Archive for June, 2008

Programming with unique constraints

Friday, June 13th, 2008

If you’re using a remote database system, your application doesn’t have access to all the data at any point in time. (I.e. you just load and save the rows you’re interested in in a particular transaction). Therefore if you want to do some database-wide operation, you need to ask the database to do it.

When you want to enforce uniqueness, for example across a whole table (for example a document name needs to be unique), or across a particular part of a table (for example each user must have documents with unique names), you need to do that in the database.

There is only one acceptable way to do this with a SQL database:

  1. Insert a new row
  2. If the insert succeeds, there wasn’t a row there before, and now there is
  3. If the insert throws a unique constraint violation, the row is already there
  4. If you want to update the row (i.e. an “insert or update” operation to maintain a “lazy singleton” in the database), you can update the row with safety after the unique constraint violation, as you can be certain the row is already there.

The following methods are all not acceptable:

  • Do a “select” to find out how many rows there are. If there aren’t any, do an “insert”. However someone may have inserted a row between your “select” and your “insert”.
  • Do an “update” and if the database says that 0 rows have been updated, do an “insert”. Again, someone may have inserted a row between your “update” and the “insert”.
  • Do a “select for update” statement (Oracle, Postgres, InnoDB) to check that there aren’t any rows while creating a lock, and then do an insert. However that statement only locks the rows it returns, so if it doesn’t return any rows, it doesn’t create any locks, so you still can’t be certain that no one has inserted a row between the “select” and the “insert”.
  • Lock the whole table and do one of the above. This works, but it means that all write access is “serialized” i.e. happens after one another. Any other operation, writing something completely irrelevant, will now also have to wait until the end of your transaction, whereas it shouldn’t have. This reduces concurrency.

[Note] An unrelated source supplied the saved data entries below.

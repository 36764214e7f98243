//! Soft resolution: multivariate curve resolution by alternating least squares (MCR-ALS).
//!
//! Tauler, Chemom. Intell. Lab. Syst. 30 (1995) 133; de Juan & Tauler, Crit. Rev. Anal. Chem. 36
//! (2006) 163. Without an equilibrium model, D (samples × wavelengths) is split as
//!
//! ```text
//! D = diag(b)·C·Sᵀ + E
//! ```
//!
//! (b the path lengths, C samples × species, S wavelengths × species) by alternating two
//! constrained least-squares steps from an initial estimate:
//!
//! 1. C from S, row by row (sample by sample): non-negativity by NNLS
//!    ([`crate::resolve::linear::nnls_normal`], never by clipping negative values), species
//!    declared absent in a sample held at zero, and optionally closure (mass balance, below);
//!    then optionally unimodality of each profile along temperature within each series;
//! 2. S from C for all wavelengths at once ([`crate::resolve::linear::solve_spectra`]):
//!    non-negative or not, known spectra held fixed.
//!
//! When neither closure nor a known spectrum fixes the scale of a species, its spectrum is
//! scaled to unit Euclidean norm after each S step (and its profile accordingly); the fit is
//! unchanged.
//!
//! ## Closure (mass balance)
//! For each listed component m, the sum of the concentrations of the species containing it,
//! weighted by the number of m in each (`a_mk`), equals the component's total in each sample:
//! Σ_k a_mk·c_ik = t_im. This is an equality constraint on each row of C, imposed together with
//! non-negativity by the method of weighting with deferred correction (Van Loan, SIAM J. Numer.
//! Anal. 22 (1985) 851): the row solves
//!
//! ```text
//! min ‖b_i·S·c − d_i‖² + w²‖A·c − t̃‖²,  c ≥ 0,
//! ```
//!
//! with w² = `weight` × trace(b_i²SᵀS)/trace(AᵀA), and the target is corrected,
//! t̃ ← t̃ + (t − A·c), until A·c = t to 1e-14 relative. At the fixed point the stationarity
//! conditions are exactly those of the equality-constrained problem (the multiplier is
//! w²(t̃ − t)), so closure holds to rounding while w stays moderate and the normal equations well
//! conditioned. Only components whose containing species are all resolved should be listed.
//!
//! ## Convergence
//! The lack of fit LOF = 100·√(Σe²/Σd²) % (Tauler 1995) is computed after every iteration.
//! The run stops as [`SoftTermination::Converged`] when its relative change falls below
//! `tolerance` (or LOF falls below 1e-9 %, an exact fit), as [`SoftTermination::Diverging`]
//! when it rose in `divergence_patience` consecutive iterations, or at the iteration limit; the
//! last state is returned in every case.
//!
//! ## Rotational ambiguity
//! [`band_boundaries`] gives, for each species, the range of its share of the signal over all
//! transformations that keep the fit and (within a penalty) the constraints (Tauler, J. Chemom.
//! 15 (2001) 627). See [`bands`] for the method and its limits.
//!
//! ## Hybrid hard–soft
//! Optionally ([`Hybrid`]) the profiles of selected species follow an equilibrium model whose
//! parameters are refitted to the soft profiles at every iteration (de Juan, Maeder, Martínez,
//! Tauler, Chemom. Intell. Lab. Syst. 54 (2000) 123); see [`hybrid`] for the variant used.
//! The model's speciation runs in the same solution medium as the global fit's, with the same
//! settings: activity corrections with a background electrolyte (the ionic strength iterated
//! to self-consistency in each sample), the molal scale, thermal expansion of the totals. Off
//! by default (an ideal medium: conditional constants, totals as given).
//!
//! # Examples
//! ```
//! use isosbestic::resolve::soft::{resolve_matrix, SampleLayout, SoftParams, InitialEstimate};
//! use ndarray::Array2;
//! // two species with selective bands, one turning into the other along 8 samples
//! let c = Array2::from_shape_fn((8, 2), |(i, k)| if k == 0 { 1.0 - i as f64 / 7.0 } else { i as f64 / 7.0 });
//! let s = Array2::from_shape_fn((40, 2), |(j, k)| {
//!     let centre = if k == 0 { 10.0 } else { 30.0 };
//!     (-0.5 * ((j as f64 - centre) / 4.0).powi(2)).exp()
//! });
//! let d = c.dot(&s.t());
//! let params = SoftParams { n_species: 2, initial: InitialEstimate::PurestVariables { noise_percent: 1.0 }, ..SoftParams::default() }
//!     .check()?;
//! let out = resolve_matrix(d.view(), &SampleLayout::single_series(8), &params)?;
//! assert!(out.lack_of_fit_percent < 1e-3);
//! assert!(out.explained_variance_percent > 99.999);
//! # Ok::<(), isosbestic::resolve::soft::SoftError>(())
//! ```

pub mod bands;
pub mod hybrid;
mod init;
mod unimodal;

pub use bands::{BandParams, BoundaryProfiles, SpeciesBand, ValidBandParams, band_boundaries};
pub use hybrid::{HybridParameter, HybridResult};

use super::hard::{ConcentrationBasis, HardFitError, HardFitParams};
use super::linear::{self, Constraint, LinearError, NnlsParams, nnls_normal};
use super::lm::LmParams;
use crate::data::{Sample, SpectraSet, SpectraSetError};
use crate::factor::{FactorError, decompose};
use crate::speciation::{EquilibriumModel, SpeciationError, ValidModel};
use crate::thermo::{ActivityCorrection, ConcentrationScale};
use ndarray::{Array1, Array2, ArrayView1, ArrayView2, Axis};
use ndarray_linalg::LeastSquaresSvd;
use serde::{Deserialize, Serialize};
use thiserror::Error;

/// Why a soft resolution could not be run.
#[derive(Debug, Clone, PartialEq, Error)]
#[non_exhaustive]
pub enum SoftError {
    /// A setting has a nonsense value.
    #[error("soft-resolution setting {name} is invalid: {reason}")]
    InvalidParameter {
        /// The setting.
        name: &'static str,
        /// What is wrong and what is required.
        reason: String,
    },
    /// Sizes do not agree.
    #[error("shape mismatch: {what}")]
    Shape {
        /// What disagrees.
        what: String,
    },
    /// A non-finite absorbance.
    #[error("absorbance of sample '{sample}' at wavelength index {wavelength_index} is not a finite number")]
    NonFinite {
        /// Sample id.
        sample: String,
        /// Column of D, 0-based.
        wavelength_index: usize,
    },
    /// More species than the data can hold.
    #[error("{n_species} species cannot be resolved from {samples} samples × {wavelengths} wavelengths")]
    TooManySpecies {
        /// Requested number of species.
        n_species: usize,
        /// Samples in D.
        samples: usize,
        /// Wavelengths in D.
        wavelengths: usize,
    },
    /// A known spectrum does not have one value per wavelength.
    #[error(
        "known spectrum of species {species} has {points} values, the data have {wavelengths} wavelengths"
    )]
    KnownSpectrumLength {
        /// Species index.
        species: usize,
        /// Values given.
        points: usize,
        /// Wavelengths in D.
        wavelengths: usize,
    },
    /// A sample id that is not in the data.
    #[error("sample '{id}' named in the absence list is not in the data")]
    UnknownSample {
        /// The id.
        id: String,
    },
    /// A closure component without totals in the samples.
    #[error("closure on component '{component}', but the samples give no total for it")]
    MissingTotal {
        /// Component name.
        component: String,
    },
    /// A closure that no non-negative row can meet.
    #[error(
        "sample '{sample}': component '{component}' has a positive total but every species containing it is declared absent"
    )]
    ClosureInfeasible {
        /// Sample id.
        sample: String,
        /// Component name.
        component: String,
    },
    /// A species or component name not in the equilibrium model.
    #[error("'{name}' is not a {kind} of the equilibrium model")]
    NotInModel {
        /// The name.
        name: String,
        /// "species" or "component".
        kind: &'static str,
    },
    /// The hybrid option's equilibrium model is invalid or its speciation failed.
    #[error("hybrid model: {0}")]
    Model(SpeciationError),
    /// A linear solve failed.
    #[error(transparent)]
    Linear(#[from] LinearError),
    /// Factor analysis (initial estimate, PCA reconstruction) failed.
    #[error(transparent)]
    Factor(#[from] FactorError),
    /// The spectra set could not be prepared (e.g. selecting measurement samples).
    #[error(transparent)]
    Set(#[from] SpectraSetError),
    /// A small dense computation failed.
    #[error("numerical failure: {what}")]
    Numerical {
        /// What failed.
        what: String,
    },
}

The way I program this is the following. On the “insert” statement, I catch the database error, and see if it’s a “unique constraint violation”-type error. If it is, I throw an (unchecked) Exception. The calling code can catch that and do something with it (or not, if the statement should not generate such an error, in which case it will propogate to the main loop like any other database exception). I have had the pleasure of introducing this to easyname.eu and now also the pleasure of introducing this to the WebTek framework.

It is extremely frustrating working with big complex frameworks, whose usage is much more complex than just writing SQL manually, and not being able to do the above properly.

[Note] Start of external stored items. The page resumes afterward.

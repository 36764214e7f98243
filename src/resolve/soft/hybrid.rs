//! The hybrid hard–soft option (de Juan, Maeder, Martínez, Tauler, Chemom. Intell. Lab. Syst.
//! 54 (2000) 123): at every iteration, after the constrained C step, the profiles of selected
//! species are replaced by those of an equilibrium model whose free law parameters θ are
//! refitted to the current soft profiles.
//!
//! The fit minimises, over θ (warm-started from the previous iteration's θ),
//!
//! ```text
//! Σ_k ‖c_k^soft − α_k·c_m(k)(θ)‖² / ‖c_k^soft‖²
//! ```
//!
//! where c_m(θ) is the model species' concentration from
//! [`crate::speciation::speciate_all_in_medium`] at each sample's temperature and totals, and
//! α_k is the least-squares scale of that column, α_k = c·t/c·c (eliminated in closed form;
//! α_k = 1 when closure fixes the scale of C). Levenberg–Marquardt ([`crate::resolve::lm`]) does
//! the fit with the exact Jacobian
//!
//! ```text
//! ∂(α c)/∂θ_p = α ∂c/∂θ_p + c (t·∂c/∂θ_p − 2α c·∂c/∂θ_p)/(c·c),
//! ∂c_i/∂θ_p = (∂c_i/∂log₁₀ β_s) · (∂log₁₀ β_s(T_i)/∂θ_p)     (s the species of θ_p)
//! ```
//!
//! from the speciation's derivatives ([`crate::speciation::Derivatives::LogBeta`]; exact also
//! with activity corrections, where they include the change of the ionic strength) and the
//! formation law's gradient. The selected columns of C are then set to α_k·c_m(k)(θ).
//!
//! ## The solution medium
//! The speciation is that of the global fit ([`crate::resolve::hard`]) with the same settings
//! ([`super::Hybrid`]): totals as given or scaled for thermal expansion, the molar or molal
//! scale, and optionally activity corrections with a background electrolyte, the ionic
//! strength iterated to self-consistency in each sample. By default the medium is ideal
//! (constant ionic medium, conditional constants, totals as given).
//!
//! This is a simpler variant of the published method: the model is fitted to the soft profiles
//! (not to D), and the spectra are not part of that fit (they follow in the S step).

use super::SoftError;
use crate::resolve::hard::{FreeParameter, free_parameters};
use crate::resolve::lm::{self, GaussNewtonProblem, LmParams, LmTermination, NormalEquations};
use crate::speciation::{
    Derivatives, FormationLaw, Medium, SpeciationBatch, Start, ValidModel, speciate_all_in_medium,
};
use argmin::core::{Error as ArgminError, Jacobian, Operator};
use ndarray::{Array1, Array2, Array3};
use serde::{Deserialize, Serialize};

/// A fitted model parameter of the hybrid option.
#[derive(Debug, Clone, PartialEq, Serialize, Deserialize)]
pub struct HybridParameter {
    /// Model species name.
    pub species: String,
    /// Law parameter name (e.g. `log_beta_ref`, `dh_ref`).
    pub name: String,
    /// Value at the end of the run.
    pub value: f64,
}

/// The model part of a hybrid run.
#[derive(Debug, Clone, PartialEq, Serialize, Deserialize)]
pub struct HybridResult {
    /// The free law parameters at the end of the run.
    pub parameters: Vec<HybridParameter>,
    /// How the last parameter fit ended.
    pub last_fit: LmTermination,
}
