def noise_fields(noise) -> dict:
    """The parameters of a white, coloured or shot noise model (its dataclass fields), by name."""
    import dataclasses

    return {f.name: getattr(noise, f.name) for f in dataclasses.fields(noise)}


def _with_sigma(population, sigma):
    from ..model.noise import Population, WhiteNoise
    from ..model.synaptic import ColouredNoise

    if sigma is None:
        return population
    noise = population.noise
    if isinstance(noise, ColouredNoise):
        return Population(population.neuron, ColouredNoise(float(sigma), noise.tau_syn))
    return Population(population.neuron, WhiteNoise(float(sigma)))


def _save(fig, folder: Path, stem: str) -> list[str]:
    from ..plotting import save_figure

    return save_figure(fig, folder, stem)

  • Hibernate clearly states in its documentation that if any database error occurs, the Session (main object managing all persistence) must be destroyed as its state will be out-of-sync with the database. But there is no way other than the above to do this sort of check (as far as I know).
  • OptimalJ generates code that, if a database error occurs, sets the transaction to rollback. Including any other work you may have done.

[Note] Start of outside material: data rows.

* Fokker--Planck, TR-BDF2 with Scharfetter--Gummel fluxes, refractory buffer, on popdens's own
  automatic grid: constant drive (the minimal loop computes the face coefficients once) and a
  200 Hz sinusoidal drive (both compute them at every stage);
* refractory density, LIF with exponential escape, 2 ms refractory period, default age span;
* escape-noise Monte Carlo (cumulative hazard against an exponential threshold per neuron);
* white-noise Monte Carlo (exact Ornstein--Uhlenbeck step, Brownian-bridge crossing test), and
  the cost of its normal numbers alone: numba's generator against numpy's ziggurat generator
  (``numpy.random.Generator.standard_normal``) filling the same count;
* the network mean field of a two-cohort excitatory-inhibitory circuit (white noise, 1 s), with
  instantaneous and with filtered synapses: the share of its CPU time spent outside compiled code
  (the compiled Fokker--Planck loops and recurrent-input loop are timed apart; the rest is the
  interpreted work per block of steps).

Monte Carlo pairs draw different random numbers, so their outputs are compared statistically
(mean rates, with the standard error of the mean printed).

Run:  popdens bench kernels
"""

from __future__ import annotations

import math
import time

import numba
import numpy as np

import popdens
from popdens import hazard
from popdens.solvers import FokkerPlanckSolver, RefractoryDensitySolver

REPEATS = 5
DT = 0.1  # ms
TAU_M, THETA, RESET, T_REF = 10.0, 20.0, 10.0, 2.0  # ms, mV, mV, ms
MU = 22.0  # mV
SIGMA = 4.0  # mV (white noise)
RATE0, WIDTH = 20.0, 2.0  # Hz, mV (exponential escape)
G = 2.0 - math.sqrt(2.0)  # TR-BDF2 stage fraction (Hosea & Shampine 1996)


# ---------------------------------------------------------------- minimal loops
@numba.njit(cache=True, inline="always")
def sg_face(a, dd, dx):  # pragma: no cover - compiled
    """Scharfetter--Gummel coefficients ``(alpha, beta)`` of one face: drift ``a`` (mV/ms), diffusion ``dd``
    (mV^2/ms), centre distance ``dx`` (mV)."""
    x = abs(a) * dx / dd
    bx = 1.0 - 0.5 * x + x * x / 12.0 if x < 1e-5 else x / math.expm1(x)
    b = dd / dx * bx
    if a >= 0.0:
        return b + a, b
    return b, b - a


@numba.njit(cache=True)
def _sg_coefficients(ff, dist, mu, sigma, tau_m, alpha, beta):  # pragma: no cover - compiled
    dd = sigma * sigma / (2.0 * tau_m)
    for i in range(ff.shape[0]):
        alpha[i], beta[i] = sg_face((ff[i] + mu) / tau_m, dd, dist[i])


@numba.njit(cache=True)
def _thomas(h, inv, alpha, beta, rhs, out, cp):  # pragma: no cover - compiled
    n = h.shape[0]
    diag = h[0] * inv + alpha[0]
    cp[0] = -beta[0] / diag
    out[0] = rhs[0] / diag
    for i in range(1, n):
        diag = h[i] * inv + alpha[i] + beta[i - 1] + alpha[i - 1] * cp[i - 1]
        cp[i] = -beta[i] / diag
        out[i] = (rhs[i] + alpha[i - 1] * out[i - 1]) / diag
    for i in range(n - 2, -1, -1):
        out[i] -= cp[i] * out[i + 1]


@numba.njit(cache=True)
def fp_minimal(ff, dist, h, c, r, tau_m, reset, n_delay, dt, mu, sigma, p, buf, rate, mean_u, refr):  # pragma: no cover
    """TR-BDF2 Fokker--Planck steps (reinjection after exactly ``n_delay`` steps from the ring ``buf``,
    head at 0); coefficients are recomputed only when the drive changes."""
    n = h.shape[0]
    nb = buf.shape[0]
    head = 0
    a0, b0, a1, b1 = np.empty(n), np.empty(n), np.empty(n), np.empty(n)
    rhs, pg, cp = np.empty(n), np.empty(n), np.empty(n)
    wa = 1.0 / (G * (2.0 - G))
    wb = (1.0 - G) * (1.0 - G) / (G * (2.0 - G))
    wc = (1.0 - G) / (2.0 - G)
    _sg_coefficients(ff, dist, mu[0], sigma, tau_m, a0, b0)
    for k in range(mu.shape[0] - 1):
        q = buf[head] / dt
        buf[head] = 0.0
        const = mu[k + 1] == mu[k]
        if not const:
            _sg_coefficients(ff, dist, mu[k] + G * (mu[k + 1] - mu[k]), sigma, tau_m, a1, b1)
        ag, bg = (a0, b0) if const else (a1, b1)
        d1 = 0.5 * G * dt
        j_n = a0[n - 1] * p[n - 1]
        for i in range(n):
            kp = a0[i] * p[i]
            if i < n - 1:
                kp -= b0[i] * p[i + 1]
            if i > 0:
                kp -= a0[i - 1] * p[i - 1] - b0[i - 1] * p[i]
            rhs[i] = h[i] * p[i] / d1 - kp
        rhs[r] += 2.0 * q
        _thomas(h, 1.0 / d1, ag, bg, rhs, pg, cp)
        j_g = ag[n - 1] * pg[n - 1]
        if not const:
            _sg_coefficients(ff, dist, mu[k + 1], sigma, tau_m, a0, b0)
        inv = 1.0 / (wc * dt)
        for i in range(n):
            rhs[i] = h[i] * (wa * pg[i] - wb * p[i]) * inv
        rhs[r] += q
        _thomas(h, inv, a0, b0, rhs, p, cp)
        outflow = dt * ((j_n + j_g) * (0.5 / (2.0 - G)) + wc * a0[n - 1] * p[n - 1])
        buf[(head + n_delay) % nb] += outflow
        head = (head + 1) % nb
        s = 0.0
        for j in range(nb):
            s += buf[j]
        su = 0.0
        for i in range(n):
            su += h[i] * p[i] * c[i]
        rate[k] = outflow / (dt * 1e-3)
        mean_u[k] = su + s * reset
        refr[k] = s
    return p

I mean checking unique constraints is something every database application needs, so the fact it’s not supported by major frameworks is just unbelievable.

Oracle, Nulls and the empty string

Thursday, June 12th, 2008

Oracle has an unusual feature, which attracts it a lot of criticism. If you try to insert the empty string into a column marked “not null”, you get an error. The empty string is treated the same as “null” by Oracle.

This is different to programming languages (and indeed other databases, at least MySQL), which means one has to be careful not to make a mistake when using a programming language to talk to the database. That it’s different from other systems is the main reason for the criticism.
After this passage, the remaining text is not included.